TBD - Bicep module to demonstrate resource deployment in subscription such as spoke VNET

Sandbox environment

This scenario implements simple sandbox subscription solution:

  • Each sandbox gets its own resource group with one Owner, who can provide access to other team members
  • Each sandbox has budget created
  • Budgets use Azure Functions to execute actions:
    • On 80% Owner is informed
    • On 100% all VMs in resource group are stopped
    • On 120% resource group is deleted and sandbox environment is destroyed
  • There is one drawback you should be aware of due to how budgets are implemented in Azure - start time of budget must not be in distant past (for monthly budget it must be first of current month) when budget is created. So if you create budget, 3 months later delete and re-run template, you need to modify start time. This does not have negative effect on budget itself.

Terraform

Current automation can be found in Terraform/sandbox

  • inputs.tf contains map of sandboxes (in my example research1 etc.) with certain required parameters such as OwnerId (object ID of user account or AAD group), OwnerEmail (to be written to tag) and monthly budget amount
  • supportInfra.tf deploy automation infrastructure to react on budget overspend. This contains storage account (used to store Azure Functions deployment code), Azure Functions with PowerShell and Action Groups
  • main.tf contains logic to loop throw inputs and create resource groups, access control and budgets
  • Azure Functions logic is stored in /automationFunctions to be reused regardless of type of Infra as Code tool(eg. Bicep version). Logic is written as simple PowerShell Azure commands, but can be reimplemented using Python or any other option. Note that for simplicity budget name = resource group name.

Bicep

Current automation can be found in Bicep/sandbox

  • Bicep does not support imperative steps such as upload something to storage directly. I could have use deploymentScript feature, but that would add unnecessary complexity since all we need is to make Azure Functions code zip file available in storage. Use commands in prepare.sh to upload code to storage or reference different store (such as GitHub repo).
  • main.bicep contains sandboxes var in which you define all your sandboxes.

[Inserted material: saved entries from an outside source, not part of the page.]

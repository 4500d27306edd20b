import type { ReactNode } from 'react';
import styled from 'styled-components';
import { Icon } from './icon';
import { Page } from './page';

interface WayOut {
  title: string;
  note?: string;
  /** A button or a link that looks like one. */
  action: ReactNode;
}

interface ProblemPageProps {
  /** What happened. */
  title: string;
  /** In plain words, with the figures. */
  what: string;
  /** What is safe. */
  safe?: string;
  ways: readonly WayOut[];
  /** Number to give to support; comes last and small. */
  supportNumber?: string;
}

/** A page that cannot be shown: what happened, what is safe, the ways out. */
export function ProblemPage({ title, what, safe, ways, supportNumber }: ProblemPageProps) {
  return (
    <Page>
      <title>{`${title} · Metewand`}</title>
      <Box>
        <Top role="alert">
          <Icon name="warn" size={28} />
          <div>
            <h1>{title}</h1>
            <p>{what}</p>
            {safe && <p>{safe}</p>}
          </div>
        </Top>
        <Ways>
          <h2>Ways out</h2>
          <ul>
            {ways.map((way) => (
              <li key={way.title}>
                <div>
                  <b>{way.title}</b>
                  {way.note && <p className="muted small">{way.note}</p>}
                </div>
                {way.action}
              </li>
            ))}
          </ul>
          {supportNumber && (
            <p className="tiny muted">If you write to support, give them the number {supportNumber}.</p>
          )}
        </Ways>
      </Box>
    </Page>
  );
}

const Box = styled.section`
  width: 100%;
  max-width: 860px;
  background: var(--mw-surface);
  border: 1px solid var(--mw-line);
  border-top: 4px solid var(--mw-bad);
`;

const Top = styled.div`
  display: flex;
  gap: 16px;
  padding: 20px 24px;
  background: var(--mw-bad-soft);
  h1 {
    font-size: 16px;
  }
  p {
    margin-top: 4px;
    max-width: 66ch;
  }
  svg {
    color: var(--mw-bad);
  }
`;

const Ways = styled.div`
  padding: 16px 24px 20px;
  h2 {
    font-size: 14px;
    padding-bottom: 8px;
  }
  li {
    display: flex;
    align-items: center;
    justify-content: space-between;
    flex-wrap: wrap;
    gap: 8px 16px;
    padding: 12px 0;
    border-top: 1px solid var(--mw-line);
  }
  > p {
    margin-top: 12px;
  }
`;
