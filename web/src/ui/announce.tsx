import { useSyncExternalStore } from 'react';
import { AriaStatus } from '@primer/react';
import styled from 'styled-components';
import { Icon } from './icon';
import { IconButton } from './button';

interface News {
  id: number;
  text: string;
}

const SHOWN_MS = 8_000;
let news: News | undefined;
let timer: ReturnType<typeof setTimeout> | undefined;
let count = 0;
const listeners = new Set<() => void>();

/** Says and shows what an action came to, such as "Approved". For results only; errors belong beside their cause. */
export function announce(text: string): void {
  show({ id: ++count, text });
}

function show(next: News | undefined) {
  clearTimeout(timer);
  news = next;
  if (next) timer = setTimeout(() => show(undefined), SHOWN_MS);
  listeners.forEach((listener) => listener());
}

/** Where announcements appear. Once per page. */
export function Announcements() {
  const current = useSyncExternalStore(subscribe, () => news);
  return (
    <Place aria-label="Messages" data-screen-only>
      <AriaStatus announceOnShow>{current?.text}</AriaStatus>
      {current && (
        <Toast key={current.id}>
          <Icon name="ok" />
          <span aria-hidden>{current.text}</span>
          <IconButton icon="x" label="Close message" variant="quiet" onClick={() => show(undefined)} />
        </Toast>
      )}
    </Place>
  );
}

function subscribe(listener: () => void): () => void {
  listeners.add(listener);
  return () => listeners.delete(listener);
}

const Place = styled.section`
  position: fixed;
  left: 50%;
  bottom: 24px;
  z-index: 40;
  translate: -50%;
  max-width: calc(100vw - 32px);
  > :first-child {
    position: absolute;
    width: 1px;
    height: 1px;
    overflow: hidden;
    clip-path: inset(50%);
  }
`;

const Toast = styled.div`
  display: flex;
  align-items: center;
  gap: 10px;
  padding: 8px 8px 8px 14px;
  border-left: 4px solid var(--mw-good);
  border-radius: var(--mw-r-1);
  background: var(--mw-raised);
  box-shadow: var(--mw-shadow);
  outline: 1px solid var(--mw-line-strong);
  font-weight: 600;
  > svg {
    color: var(--mw-good);
  }
`;
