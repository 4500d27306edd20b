import { Page } from './page';
import { Skeleton } from './skeleton';

/** While the first page is on its way. */
export function Loading() {
  return (
    <Page>
      <Skeleton rows={10} />
    </Page>
  );
}
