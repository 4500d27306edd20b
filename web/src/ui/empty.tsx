import type { ReactNode } from 'react';
import styled from 'styled-components';

interface EmptyProps {
  title: string;
  /** What belongs here. */
  children?: ReactNode;
  /** The one thing to do, and perhaps a second. */
  actions?: ReactNode;
  /** Without the drawing: for a filter that left nothing. */
  plain?: boolean;
}

/** An empty place: the rod with nothing laid along it, what belongs here, and what to do. Never for an outage. */
export function Empty({ title, children, actions, plain = false }: EmptyProps) {
  return (
    <Box $plain={plain}>
      {!plain && <EmptyRod />}
      <h2>{title}</h2>
      {children && <Text>{children}</Text>}
      {actions && <Actions>{actions}</Actions>}
    </Box>
  );
}

const PLACES = [
  [1, 120],
  [125, 84],
  [213, 156],
  [373, 60],
] as const;

function EmptyRod() {
  return (
    <svg viewBox="0 0 561 96" aria-hidden>
      <rect x="0.5" y="56" width="560" height="28" fill="var(--mw-rod)" stroke="var(--mw-rod-edge)" />
      {Array.from({ length: 56 }, (_, i) => (
        <path
          key={i}
          d={`M${i * 10 + 0.5} 56v${i % 10 === 0 ? 18 : i % 5 === 0 ? 13 : 8}`}
          stroke="var(--mw-rod-ink)"
          strokeWidth={i % 10 === 0 ? 1.6 : 0.9}
        />
      ))}
      {PLACES.map(([x, width]) => (
        <rect
          key={x}
          x={x}
          y="18"
          width={width}
          height="32"
          fill="none"
          stroke="var(--mw-line-strong)"
          strokeWidth="1.5"
          strokeDasharray="5 4"
        />
      ))}
      <path d="M500 4V92M504 4V92" stroke="var(--mw-ink)" strokeWidth="1.4" />
    </svg>
  );
}

const Box = styled.div<{ $plain: boolean }>`
  display: flex;
  flex-direction: column;
  align-items: flex-start;
  justify-content: center;
  padding: ${({ $plain }) => ($plain ? '32px' : '64px')} clamp(16px, 9%, 120px);
  > svg {
    width: min(100%, 560px);
    margin-bottom: 28px;
  }
  > h2 {
    font-size: var(--mw-t-20);
  }
`;

const Text = styled.div`
  max-width: 56ch;
  margin-top: 6px;
  color: var(--mw-ink-2);
`;

const Actions = styled.div`
  display: flex;
  flex-wrap: wrap;
  gap: 8px;
  margin-top: 20px;
`;
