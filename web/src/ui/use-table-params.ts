import { useSearchParams } from 'react-router-dom';
import type { Sort } from './table';

/** Sort and page in the address: `?sort=-benefit&page=2`. A leading minus sorts falling. A new order goes back to page 1. */
export function useTableParams(fallback: Sort) {
  const [params, setParams] = useSearchParams();
  const sort = readSort(params, fallback);
  return {
    sort,
    page: readPage(params),
    setSort: (next: Sort) =>
      setParams((before) => withParam(before, 'sort', next.direction === 'desc' ? `-${next.id}` : next.id)),
    /** Sets or, with an empty value, removes a filter; goes back to page 1. */
    setFilter: (name: string, value: string) => setParams((before) => withParam(before, name, value)),
  };
}

/** For loaders, which read the same address. */
export function readSort(params: URLSearchParams, fallback: Sort): Sort {
  const text = params.get('sort');
  if (!text) return fallback;
  return text.startsWith('-') ? { id: text.slice(1), direction: 'desc' } : { id: text, direction: 'asc' };
}

/** The page of the address; anything that is no page is page 1. */
export function readPage(params: URLSearchParams): number {
  const page = Number(params.get('page'));
  return Number.isInteger(page) && page > 0 ? page : 1;
}

function withParam(before: URLSearchParams, name: string, value: string): URLSearchParams {
  const next = new URLSearchParams(before);
  next.delete('page');
  if (value) next.set(name, value);
  else next.delete(name);
  return next;
}
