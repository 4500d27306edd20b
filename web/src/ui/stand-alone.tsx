import type { ReactNode } from 'react';
import styled from 'styled-components';
import { Wordmark } from './brand';
import { Rod } from './rod';

/** A page outside the shell: brand, rod across the top, content. */
export function StandAlone({ children }: { children: ReactNode }) {
  return (
    <>
      <Header>
        <Wordmark />
      </Header>
      <Rod thickness={12} long="40px" short="8px" />
      <main>{children}</main>
    </>
  );
}

const Header = styled.header`
  display: flex;
  align-items: center;
  height: 56px;
  padding: 0 24px;
  background: var(--mw-surface);
`;
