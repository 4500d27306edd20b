import { useId } from 'react';
import type { ReactNode } from 'react';
import { Dialog as PrimerDialog } from '@primer/react';
import type { DialogHeaderProps, DialogWidth } from '@primer/react';
import styled from 'styled-components';
import { Button, IconButton } from './button';

interface DialogProps {
  title: string;
  sub?: string;
  onClose: () => void;
  /** Buttons, main one first. */
  footer?: ReactNode;
  width?: DialogWidth;
  /** "right" makes it a sheet along the window's edge. */
  position?: 'center' | 'right';
  children: ReactNode;
}

/** A modal dialog: focus stays inside, Esc closes, focus goes back to where it came from. */
export function Dialog({
  title,
  sub,
  onClose,
  footer,
  width = 'large',
  position = 'center',
  children,
}: DialogProps) {
  return (
    <PrimerDialog
      title={title}
      subtitle={sub}
      onClose={onClose}
      width={width}
      position={{ narrow: 'fullscreen', regular: position }}
      renderHeader={Header}
      renderFooter={() => (footer ? <Footer>{footer}</Footer> : <></>)}
    >
      {children}
    </PrimerDialog>
  );
}

interface ConfirmProps {
  title: string;
  children: ReactNode;
  /** Verb and object, such as "Remove the limit". */
  confirm: string;
  onConfirm: () => void;
  onClose: () => void;
  danger?: boolean;
  loading?: boolean;
}

/** Asks once more. Only for what cannot be undone. */
export function ConfirmDialog({
  title,
  children,
  confirm,
  onConfirm,
  onClose,
  danger,
  loading,
}: ConfirmProps) {
  return (
    <Dialog
      title={title}
      onClose={onClose}
      width="medium"
      footer={
        <>
          <Button variant={danger ? 'danger' : 'primary'} onClick={onConfirm} loading={loading}>
            {confirm}
          </Button>
          <Button onClick={onClose}>Cancel</Button>
        </>
      }
    >
      {children}
    </Dialog>
  );
}

function Header({ title, subtitle, dialogLabelId, dialogDescriptionId, onClose }: DialogHeaderProps) {
  const ownId = useId();
  return (
    <Top>
      <div>
        <h2 id={dialogLabelId}>{title}</h2>
        <p id={dialogDescriptionId ?? ownId} className="muted small">
          {subtitle}
        </p>
      </div>
      <IconButton icon="x" label="Close" variant="quiet" onClick={() => onClose('close-button')} />
    </Top>
  );
}

const Top = styled.div`
  display: flex;
  justify-content: space-between;
  align-items: flex-start;
  gap: 12px;
  padding: 16px 16px 4px;
`;

const Footer = styled.div`
  display: flex;
  flex-direction: row-reverse;
  justify-content: flex-start;
  flex-wrap: wrap;
  gap: 8px;
  padding: 12px 16px 16px;
`;
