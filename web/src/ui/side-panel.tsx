import { useEffect, useRef } from 'react';
import type { KeyboardEvent, ReactNode } from 'react';
import styled from 'styled-components';
import { IconButton } from './button';
import { Dialog } from './dialog';
import { useMedia } from './use-media';

interface SidePanelProps {
  title: string;
  /** Quiet line above the title: code, department, site. */
  over?: ReactNode;
  onClose: () => void;
  /** Actions at the foot. */
  footer?: ReactNode;
  /** px, 308–376. */
  width?: number;
  children: ReactNode;
}

/**
 * Details of the chosen row, flush with the window's edge; the table beside it gives way. Give it to `<Page panel>`.
 * Between 768 and 1279 px it lies over the content as a dialog, below that it fills the window.
 */
export function SidePanel({ title, over, onClose, footer, width = 308, children }: SidePanelProps) {
  const beside = useMedia('(min-width: 1280px)');
  if (!beside) {
    return (
      <Dialog
        title={title}
        sub={typeof over === 'string' ? over : undefined}
        onClose={onClose}
        position="right"
        footer={footer}
      >
        {children}
      </Dialog>
    );
  }
  return <Beside {...{ title, over, onClose, footer, width, children }} />;
}

function Beside({ title, over, onClose, footer, width, children }: SidePanelProps) {
  const cameFrom = useRef<Element | null>(null);
  useEffect(() => {
    cameFrom.current = document.activeElement;
    return () => (cameFrom.current as HTMLElement | null)?.focus();
  }, []);
  function keyDown(event: KeyboardEvent) {
    if (event.key === 'Escape' && !event.defaultPrevented) onClose();
  }
  return (
    <Aside aria-label={title} onKeyDown={keyDown} style={{ width }} data-screen-only>
      <Top>
        <div>
          {over && <p className="muted small">{over}</p>}
          <h2>{title}</h2>
        </div>
        <IconButton icon="x" label="Close panel" variant="quiet" onClick={onClose} />
      </Top>
      <Body>{children}</Body>
      {footer && <Footer>{footer}</Footer>}
    </Aside>
  );
}

const Aside = styled.aside`
  position: sticky;
  top: var(--mw-strip);
  height: calc(100vh - var(--mw-strip));
  display: flex;
  flex-direction: column;
  background: var(--mw-surface);
  border-left: 1px solid var(--mw-line-strong);
  h2 {
    font-size: var(--mw-t-20);
    line-height: var(--mw-lh-tight);
  }
`;

const Top = styled.div`
  display: flex;
  justify-content: space-between;
  align-items: flex-start;
  gap: 12px;
  padding: 16px 18px 8px;
`;

const Body = styled.div`
  flex: 1;
  min-height: 0;
  overflow: auto;
  padding: 0 18px 16px;
`;

const Footer = styled.div`
  display: flex;
  flex-wrap: wrap;
  gap: 8px;
  padding: 12px 18px 16px;
`;
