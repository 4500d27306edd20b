import { Link, useSearchParams } from 'react-router-dom';
import styled from 'styled-components';
import { Icon } from './icon';

interface PagerProps {
  page: number;
  pageSize: number;
  total: number;
  /** What is counted, in the plural: "candidates". */
  noun: string;
}

/** "1–50 of 146" and numbered pages as links that keep the rest of the address. No pages for a single one. */
export function Pager({ page, pageSize, total, noun }: PagerProps) {
  const [params] = useSearchParams();
  const pages = Math.max(1, Math.ceil(total / pageSize));
  const first = total === 0 ? 0 : (page - 1) * pageSize + 1;
  const to = (number: number) => {
    const next = new URLSearchParams(params);
    if (number === 1) next.delete('page');
    else next.set('page', String(number));
    return `?${next}`;
  };
  return (
    <>
      <span>
        {first}–{Math.min(page * pageSize, total)} of {total} <span className="visually-hidden">{noun}</span>
      </span>
      {pages > 1 && (
        <Nav aria-label={`Pages of ${noun}`}>
          {page > 1 && (
            <Link to={to(page - 1)} aria-label="Previous page">
              <Icon name="left" />
            </Link>
          )}
          {pagesToShow(page, pages).map((number, index) =>
            number === undefined ? (
              <span key={`gap-${index}`}>…</span>
            ) : (
              <Link
                key={number}
                to={to(number)}
                aria-label={`Page ${number}`}
                aria-current={number === page ? 'page' : undefined}
              >
                {number}
              </Link>
            ),
          )}
          {page < pages && (
            <Link to={to(page + 1)} aria-label="Next page">
              <Icon name="right" />
            </Link>
          )}
        </Nav>
      )}
    </>
  );
}

/** First, last, and those around the present page; `undefined` stands for a gap. */
export function pagesToShow(page: number, pages: number): (number | undefined)[] {
  const wanted = [1, page - 1, page, page + 1, pages].filter((number) => number >= 1 && number <= pages);
  const numbers = [...new Set(wanted)].sort((a, b) => a - b);
  return numbers.flatMap((number, index) => {
    const before = numbers[index - 1];
    return before !== undefined && number - before > 1 ? [undefined, number] : [number];
  });
}

const Nav = styled.nav`
  display: flex;
  align-items: center;
  gap: 4px;
  margin-left: auto;
  a {
    display: grid;
    place-items: center;
    min-width: 28px;
    height: 28px;
    padding: 0 4px;
    color: var(--mw-ink);
    text-decoration: none;
    border: 1px solid transparent;
    border-radius: var(--mw-r-1);
  }
  a:hover {
    background: var(--mw-sunken);
  }
  a[aria-current] {
    font-weight: 700;
    background: var(--mw-rod-soft);
    box-shadow: inset 0 -3px 0 var(--mw-rod-edge);
  }
  @media (pointer: coarse) {
    a {
      min-width: 44px;
      height: 44px;
    }
  }
`;
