import { useId } from 'react';
import type {
  InputHTMLAttributes,
  ReactNode,
  Ref,
  SelectHTMLAttributes,
  TextareaHTMLAttributes,
} from 'react';
import { Checkbox, TextInput, Textarea } from '@primer/react';
import styled from 'styled-components';
import { Icon } from './icon';
import type { IconName } from './icon';

interface FieldProps {
  label: string;
  /** How to write it; the error takes its place. */
  help?: ReactNode;
  /** How to write it right. */
  error?: string;
  /** Beside the label, such as a link. */
  labelAside?: ReactNode;
}

/** What a control needs so that label, help and error belong to it. */
interface Wiring {
  id: string;
  'aria-describedby'?: string;
  'aria-invalid'?: true;
}

/** Label above, control, help or error below. `children` gets the attributes that tie them together. */
function Field({
  label,
  help,
  error,
  labelAside,
  children,
}: FieldProps & { children: (wiring: Wiring) => ReactNode }) {
  const id = useId();
  const noteId = `${id}-note`;
  const note = error ? <FieldError>{error}</FieldError> : help;
  return (
    <div>
      <LabelLine>
        <label htmlFor={id}>{label}</label>
        {labelAside}
      </LabelLine>
      {children({
        id,
        'aria-describedby': note ? noteId : undefined,
        'aria-invalid': error ? true : undefined,
      })}
      {note && <Note id={noteId}>{note}</Note>}
    </div>
  );
}

type TextFieldProps = FieldProps &
  Omit<InputHTMLAttributes<HTMLInputElement>, 'size'> & {
    icon?: IconName;
    size?: 'medium' | 'large';
    /** Quiet unit at the right inside the field, such as "weeks". */
    unit?: string;
    ref?: Ref<HTMLInputElement>;
  };

export function TextField({ label, help, error, labelAside, icon, unit, size, ...input }: TextFieldProps) {
  return (
    <Field {...{ label, help, error, labelAside }}>
      {(wiring) => (
        <TextInput
          block
          size={size}
          validationStatus={error ? 'error' : undefined}
          leadingVisual={icon && <Icon name={icon} />}
          trailingVisual={unit}
          {...input}
          {...wiring}
          aria-describedby={both(wiring['aria-describedby'], input['aria-describedby'])}
        />
      )}
    </Field>
  );
}

/** A field may be described by its own note and by something beside it. */
function both(...ids: (string | undefined)[]): string | undefined {
  return ids.filter(Boolean).join(' ') || undefined;
}

export function TextAreaField({
  label,
  help,
  error,
  labelAside,
  rows = 3,
  ...input
}: FieldProps & TextareaHTMLAttributes<HTMLTextAreaElement> & { ref?: Ref<HTMLTextAreaElement> }) {
  return (
    <Field {...{ label, help, error, labelAside }}>
      {(wiring) => (
        <Textarea
          block
          rows={rows}
          resize="vertical"
          validationStatus={error ? 'error' : undefined}
          {...input}
          {...wiring}
        />
      )}
    </Field>
  );
}

export interface Choice {
  value: string;
  label: string;
}

export function SelectField({
  label,
  help,
  error,
  labelAside,
  options,
  placeholder,
  ...select
}: FieldProps &
  Omit<SelectHTMLAttributes<HTMLSelectElement>, 'size'> & {
    options: readonly Choice[];
    placeholder?: string;
    ref?: Ref<HTMLSelectElement>;
  }) {
  return (
    <Field {...{ label, help, error, labelAside }}>
      {(wiring) => <Select options={options} placeholder={placeholder} {...select} {...wiring} />}
    </Field>
  );
}

/** A bare select for toolbars, where `aria-label` stands in for the label. */
export function Select({
  options,
  placeholder,
  ...select
}: Omit<SelectHTMLAttributes<HTMLSelectElement>, 'size'> & {
  options: readonly Choice[];
  placeholder?: string;
  ref?: Ref<HTMLSelectElement>;
}) {
  return (
    <SelectBox>
      <select {...select}>
        {placeholder && <option value="">{placeholder}</option>}
        {options.map((option) => (
          <option key={option.value} value={option.value}>
            {option.label}
          </option>
        ))}
      </select>
      <Icon name="down" />
    </SelectBox>
  );
}

export function CheckboxField({
  label,
  help,
  ...input
}: { label: string; help?: ReactNode } & Omit<InputHTMLAttributes<HTMLInputElement>, 'value'> & {
    value?: string;
  }) {
  const id = useId();
  return (
    <CheckLine>
      <Checkbox {...input} id={id} aria-describedby={help ? `${id}-note` : undefined} />
      <label htmlFor={id}>{label}</label>
      {help && <Note id={`${id}-note`}>{help}</Note>}
    </CheckLine>
  );
}

/** Fields one below the other; `columns` of them side by side where there is room. */
export const FieldGrid = styled.div<{ $columns?: number }>`
  display: grid;
  gap: 16px;
  align-items: start;
  grid-template-columns: repeat(
    auto-fit,
    minmax(min(100%, max(160px, 90% / ${({ $columns = 1 }) => $columns})), 1fr)
  );
`;

function FieldError({ children }: { children: ReactNode }) {
  return (
    <ErrorText>
      <Icon name="warn" size={14} />
      {children}
    </ErrorText>
  );
}

const LabelLine = styled.div`
  display: flex;
  align-items: baseline;
  justify-content: space-between;
  gap: 12px;
  margin-bottom: 4px;
  label {
    font-weight: 600;
  }
`;

const Note = styled.div`
  margin-top: 4px;
  font-size: 13px;
  color: var(--mw-ink-2);
`;

const ErrorText = styled.span`
  display: flex;
  gap: 5px;
  font-weight: 500;
  color: var(--mw-bad);
  svg {
    margin-top: 2px;
  }
`;

const CheckLine = styled.div`
  display: grid;
  grid-template-columns: auto 1fr;
  column-gap: 8px;
  align-items: center;
  min-height: 24px;
  ${Note} {
    grid-column: 2;
    margin-top: 0;
  }
`;

const SelectBox = styled.span`
  position: relative;
  display: block;
  select {
    appearance: none;
    width: 100%;
    height: 36px;
    padding: 0 32px 0 10px;
    border: 1px solid var(--mw-line-strong);
    border-radius: var(--mw-r-2);
    background: var(--mw-raised);
    color: var(--mw-ink);
    text-overflow: ellipsis;
  }
  select[aria-invalid] {
    border: 2px solid var(--mw-bad);
  }
  select:disabled {
    background: var(--mw-sunken);
    color: var(--mw-ink-3);
  }
  svg {
    position: absolute;
    right: 10px;
    top: 10px;
    pointer-events: none;
  }
`;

It deploys all components and modules. main.bicep is targeting subscription scope.
  • rbac.bicep is separate module because it configures RBAC on per resource group basis so cannot be deployed from main.bicep directly - module with RG scope is called in a loop
  • infrastructure.bicep contains resource group scoped deployment of basic infrastructure such as Azure Function and Action Groups

Note - with Bicep you cannot simple delete budget object from sandboxes vars because subscription-scoped deployments do not support mode Complete. Therefore Bicep will not delete resources when deleted from template - you will need to run simple script to do so (delete resource group and budget).

Pulumi

Current automation can be found in Pulumi/sandbox

  • Similar to Terraform option this solution takes care also for uploading deployment zip to storage
  • Python was used as programming language
  • Solution is simple enough so single file was used with no additional classes
  • Note: I have some issue in code with azure-native:storage:listStorageAccountSAS accessing resource that not yet exist during preview phase. For first time you might need to use "pulumi up -f" to skip preview and deploy right away

Planning - the same examples in Pulumi.